As you mention, it is a trade-off. In this case we are trying to balance CPU
and memory usage. First of all, if you just use the original vectors (or the
quantized ones mentioned in the post), it might very well be the case that
there is no server where you can even place the index.

So let us consider the example in the post and that we have a server with
enough memory. We put the index (1 TB) in RAM and assume that one request
takes 1-2 ms. Then a single CPU core can handle 500-1000 requests per second.
So now we are using _a lot_ of RAM and very little CPU. Depending on your use
case, this can very well be better than what is proposed in the post, but for
some it might be preferable to use servers with more balanced resources.

And just to clarify, the memory is shared between CPUs. So you pay the memory
price once and you can then scale it to all the CPUs.

------
jhj
Nice read!

I'm curious as to what settings you used for product quantization, and the
general setup that you tried. I find that there can generally be a smooth
quality degradation from raw float32, to float16, through 8/6/4 bit scalar
quantization, to product quantization down to a very small number of bits per
vector if tuned properly. The quantization method is independent of the search
method used (brute force, cell probe with inverted lists (IVF), cell probe
with IMI inverted lists, HNSW), though both affect quality of results.

FYI, the Faiss library (used across Facebook and Instagram) has a CPU HNSW
index implementation as well, with a GPU one possibly to come at some point.

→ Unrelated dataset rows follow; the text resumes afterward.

import { daylightHours, extraterrestrialRadiation, netRadiation, radiationFromSunshine, radiationFromTemperature } from './radiation.js';

/** One day's weather. What is left out is estimated as FAO-56 says: see each field. */
export interface WeatherDay {
  /** Cel */
  tmin: number;
  tmax: number;
  /** Degrees north. */
  latitude: number;
  dayOfYear: number;
  /** Metres above sea level. */
  altitude: number;
  /** kPa; else from dew point, else from humidity, else from tmin as the dew point. */
  vapourPressure?: number;
  /** Cel */
  dewPoint?: number;
  /** % */
  humidityMax?: number;
  humidityMin?: number;
  humidityMean?: number;
  /** m/s at `windHeight` metres (default 2); else 2 m/s. */
  windSpeed?: number;
  windHeight?: number;
  /** MJ/m2/day; else from sunshine, else from the range of temperature. */
  solarRadiation?: number;
  /** hours */
  sunshine?: number;
  /** MJ/m2/day into the ground; 0 for single days. */
  soilHeat?: number;
}

/**
 * Reference evapotranspiration of grass:
 * ET_0 = [0.408 Δ (R_n − G) + γ · 900/(T + 273) · u_2 (e_s − e_a)] / [Δ + γ (1 + 0.34 u_2)].
 * @returns mm/day, not below 0; NaN where a temperature is NaN
 * @source Allen et al. 1998 (FAO-56), eq. 6 and those named beside each helper (equation numbers from memory)
 */
export function penmanMonteith(day: WeatherDay): number {
  const tmean = (day.tmin + day.tmax) / 2;
  const saturation = meanSaturation(day.tmin, day.tmax);
  const vapour = Math.min(saturation, actualVapour(day));
  const top = extraterrestrialRadiation(day.latitude, day.dayOfYear);
  const radiation =
    day.solarRadiation ??
    (day.sunshine === undefined
      ? radiationFromTemperature(day.tmin, day.tmax, top)
      : radiationFromSunshine(day.sunshine, daylightHours(day.latitude, day.dayOfYear), top));
  const net = netRadiation({ radiation, topOfAtmosphere: top, altitude: day.altitude, tmin: day.tmin, tmax: day.tmax, vapour });
  const delta = saturationSlope(tmean);
  const gamma = psychrometricConstant(day.altitude);
  const wind = day.windSpeed === undefined ? 2 : windAtTwoMetres(day.windSpeed, day.windHeight ?? 2);
  const energy = 0.408 * delta * (net - (day.soilHeat ?? 0));
  const drying = gamma * (900 / (tmean + 273)) * wind * (saturation - vapour);
  return Math.max(0, (energy + drying) / (delta + gamma * (1 + 0.34 * wind)));
}

/** e°(T) = 0.6108 exp(17.27 T / (T + 237.3)), kPa. @source FAO-56 eq. 11 (from memory) */
export function saturationPressure(temperature: number): number {
  return 0.6108 * Math.exp((17.27 * temperature) / (temperature + 237.3));
}

/** Mean of the pressures at the extremes, kPa. @source FAO-56 eq. 12 (from memory) */
export function meanSaturation(tmin: number, tmax: number): number {
  return (saturationPressure(tmax) + saturationPressure(tmin)) / 2;
}

/** Δ = 4098 e°(T) / (T + 237.3)², kPa per degree. @source FAO-56 eq. 13 (from memory) */
export function saturationSlope(temperature: number): number {
  return (4098 * saturationPressure(temperature)) / (temperature + 237.3) ** 2;
}

/** P = 101.3 ((293 − 0.0065 z)/293)^5.26, kPa. @source FAO-56 eq. 7 (from memory) */
export function airPressure(altitude: number): number {
  return 101.3 * ((293 - 0.0065 * altitude) / 293) ** 5.26;
}

/** γ = 0.665e-3 P, kPa per degree. @source FAO-56 eq. 8 (from memory) */
export function psychrometricConstant(altitude: number): number {
  return 0.665e-3 * airPressure(altitude);
}

/** u_2 = u_z 4.87 / ln(67.8 z − 5.42), m/s. @source FAO-56 eq. 47 (from memory) */
export function windAtTwoMetres(speed: number, height: number): number {
  return height === 2 ? speed : (speed * 4.87) / Math.log(67.8 * height - 5.42);
}

/** By the best thing known, in the order of FAO-56: dew point, both humidities, the highest, the mean, the night's lowest temperature. @source eq. 14, 17 to 19, 48 (from memory) */
function actualVapour(day: WeatherDay): number {
  if (day.vapourPressure !== undefined) return day.vapourPressure;
  if (day.dewPoint !== undefined) return saturationPressure(day.dewPoint);
  const { humidityMax, humidityMin } = day;
  if (humidityMax !== undefined && humidityMin !== undefined) {
    return (saturationPressure(day.tmin) * humidityMax + saturationPressure(day.tmax) * humidityMin) / 200;
  }
  if (humidityMax !== undefined) return (saturationPressure(day.tmin) * humidityMax) / 100;
  if (day.humidityMean !== undefined) return (meanSaturation(day.tmin, day.tmax) * day.humidityMean) / 100;
  return saturationPressure(day.tmin);
}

Generally we do not use HNSW for our largest indices due to the memory
overheads and restrictions on vector removal, but HNSW is useful as a top-
level index for inverted list searching on these large indices (an index
sitting on top of sub-indices), and indeed is possibly required for the
largest indices, e.g.
[https://github.com/facebookresearch/faiss/wiki/Indexing-1T-v...](https://github.com/facebookresearch/faiss/wiki/Indexing-1T-vectors)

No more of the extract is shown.